Are you interested in how computers can reduce medical error?
Did you know that many early medical computer systems increased medical error? (Some current ones, too.)
From your own experience with your own computer at home, do you think that some computers and programs crash on a regular basis? Do you think that most software is hard to use, rude, and frustrating to work with? Based on experience, what you’ve heard, or simple extrapolation, do you suspect that medical computer systems are even worse?
Did you know that the best place to test medical computer systems is the ED, because people working in the ED don’t have the time to deal with bad computer systems, and are intolerant of BS? (If it works in the ED, you can make it work anywhere else in the hospital.)
Do you want to learn more about how to make medical computer systems usable, so as to prevent medical error?
If the answer to any of these questions is “yes,” then read through the Medical Computing series. Although looked at from my viewpoint in the ED, it all applies to medical computer systems wherever they are used, in a hospital, in a clinic or in an office.
If you need a backgrounder on Healthcare IT concepts and terminology, see Healthcare IT in a Nutshell.
There’s also a series of “word” essays that focus on particular and generally more advanced medical computer issues.
To keep up with new postings, you might want to subscribe to my RSS feed.
One final note: Once explained, most of the suggestions on this site seem simple and obvious. But as one is creating a program, or even as one is using a program with a high level of frustration, they are still not obvious until pointed out.
I hope you find the site informative and, perhaps, a bit mind-expandingly entertaining.
Keith Conover, M.D., FACEP
I was recently invited to sit in on a meeting of the American College of Emergency Physicians (ACEP) ED Health Information Technology Safety Task Force.

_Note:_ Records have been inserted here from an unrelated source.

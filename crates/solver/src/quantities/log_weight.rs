//! Logarithms of unbiased weights, and the windows' free energies.

use crate::ensemble::Ensemble;
use crate::influence::{Direct, Influence, Quantity};
use std::ops::RangeInclusive;

/// ln Σ_{c in the bins} m(c)/D(c): the unbiased weight of output bins relative to the gauge window's partition function. The ranges of
/// bins must be increasing and without overlap.
///
/// `None` if no sample lies in the bins.
#[must_use]
pub fn log_weight_of_bins(
    ensemble: &Ensemble,
    influence: &Influence,
    bins: &[RangeInclusive<i64>],
) -> Option<Quantity> {
    let stretches: Vec<_> = bins
        .iter()
        .map(|bins| ensemble.points.in_bin(*bins.start()).start..ensemble.points.in_bin(*bins.end()).end)
        .filter(|points| !points.is_empty())
        .collect();
    // Relative to the largest density, so that no range of free energies overflows.
    let log_densities = stretches.iter().cloned().flatten().map(|point| -influence.log_denominator(point));
    let largest = log_densities.reduce(|largest, x| if x > largest { x } else { largest })?;
    let density = |point: usize| (-influence.log_denominator(point) - largest).exp();
    let weight = |point: usize| ensemble.points.weights[point] * density(point);
    let sum: f64 = stretches.iter().cloned().flatten().map(weight).sum();

    let mut free_energy_gradient = vec![0.0; ensemble.n_windows()];
    for point in stretches.iter().cloned().flatten() {
        let part = weight(point) / sum;
        for &(k, s) in influence.answered(point) {
            free_energy_gradient[k as usize] -= part * s;
        }
    }
    let direct = stretches
        .into_iter()
        .map(|points| Direct { first: points.start, values: points.map(|point| density(point) / sum).collect() });
    Some(Quantity { value: largest + sum.ln(), direct: direct.collect(), free_energy_gradient })
}

/// fₖ of window `k` relative to the gauge window, in kT.
#[must_use]
pub fn free_energy_of_window(free_energies: &[f64], k: usize) -> Quantity {
    let mut free_energy_gradient = vec![0.0; free_energies.len()];
    free_energy_gradient[k] = 1.0;
    Quantity { value: free_energies[k], direct: Vec::new(), free_energy_gradient }
}
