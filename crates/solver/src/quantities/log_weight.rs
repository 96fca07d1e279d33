//! Logarithms of unbiased weights, and the windows' free energies.

use crate::ensemble::Ensemble;
use crate::influence::{Direct, Influence, Quantity};
use std::ops::RangeInclusive;

/// ln Σ_{c in the bins} m(c)/D(c): the unbiased weight of a range of output bins relative to the gauge window's partition function.
///
/// `None` if no sample lies in the bins.
#[must_use]
pub fn log_weight_of_bins(ensemble: &Ensemble, influence: &Influence, bins: RangeInclusive<i64>) -> Option<Quantity> {
    let first = ensemble.points.in_bin(*bins.start()).start;
    let points = first..ensemble.points.in_bin(*bins.end()).end;
    if points.is_empty() {
        return None;
    }
    // Relative to the largest weight, so that no range of free energies overflows.
    let log_densities: Vec<f64> = points.clone().map(|point| -influence.log_denominator(point)).collect();
    let largest = log_densities
        .iter()
        .fold(f64::NEG_INFINITY, |largest, &x| if x > largest { x } else { largest });
    let densities: Vec<f64> = log_densities.iter().map(|x| (x - largest).exp()).collect();
    let weights = &ensemble.points.weights[points.clone()];
    let sum: f64 = densities.iter().zip(weights).map(|(p, m)| p * m).sum();

    let mut free_energy_gradient = vec![0.0; ensemble.n_windows()];
    for ((point, p), m) in points.zip(&densities).zip(weights) {
        for &(k, s) in influence.answered(point) {
            free_energy_gradient[k as usize] -= p * m / sum * s;
        }
    }
    let values = densities.iter().map(|p| p / sum).collect();
    Some(Quantity {
        value: largest + sum.ln(),
        direct: vec![Direct { first, values }],
        free_energy_gradient,
    })
}

/// fₖ of window `k` relative to the gauge window, in kT.
#[must_use]
pub fn free_energy_of_window(free_energies: &[f64], k: usize) -> Quantity {
    let mut free_energy_gradient = vec![0.0; free_energies.len()];
    free_energy_gradient[k] = 1.0;
    Quantity {
        value: free_energies[k],
        direct: Vec::new(),
        free_energy_gradient,
    }
}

We were talking about medical error related to technology. (In your mind, substitute “technology” > “the @#$@#$ computer”). We were discussing how to make it easy to report errors and near-misses, and who should get these error reports. I opined that it depends on the seriousness, and that there is a continuous spectrum from “kill-the-patient” errors/near-misses to “annoying, slowed me down so I made a mistake,” and that usability contributes to “computer” errors. I will now demonstrate that this is true.
Emergency physicians are frequently interrupted.
Computer systems with high cognitive friction take longer to use.
Therefore, if you take longer to complete tasks on the computer, you are more likely to be interrupted.
Interruptions cause errors. In multiple ways.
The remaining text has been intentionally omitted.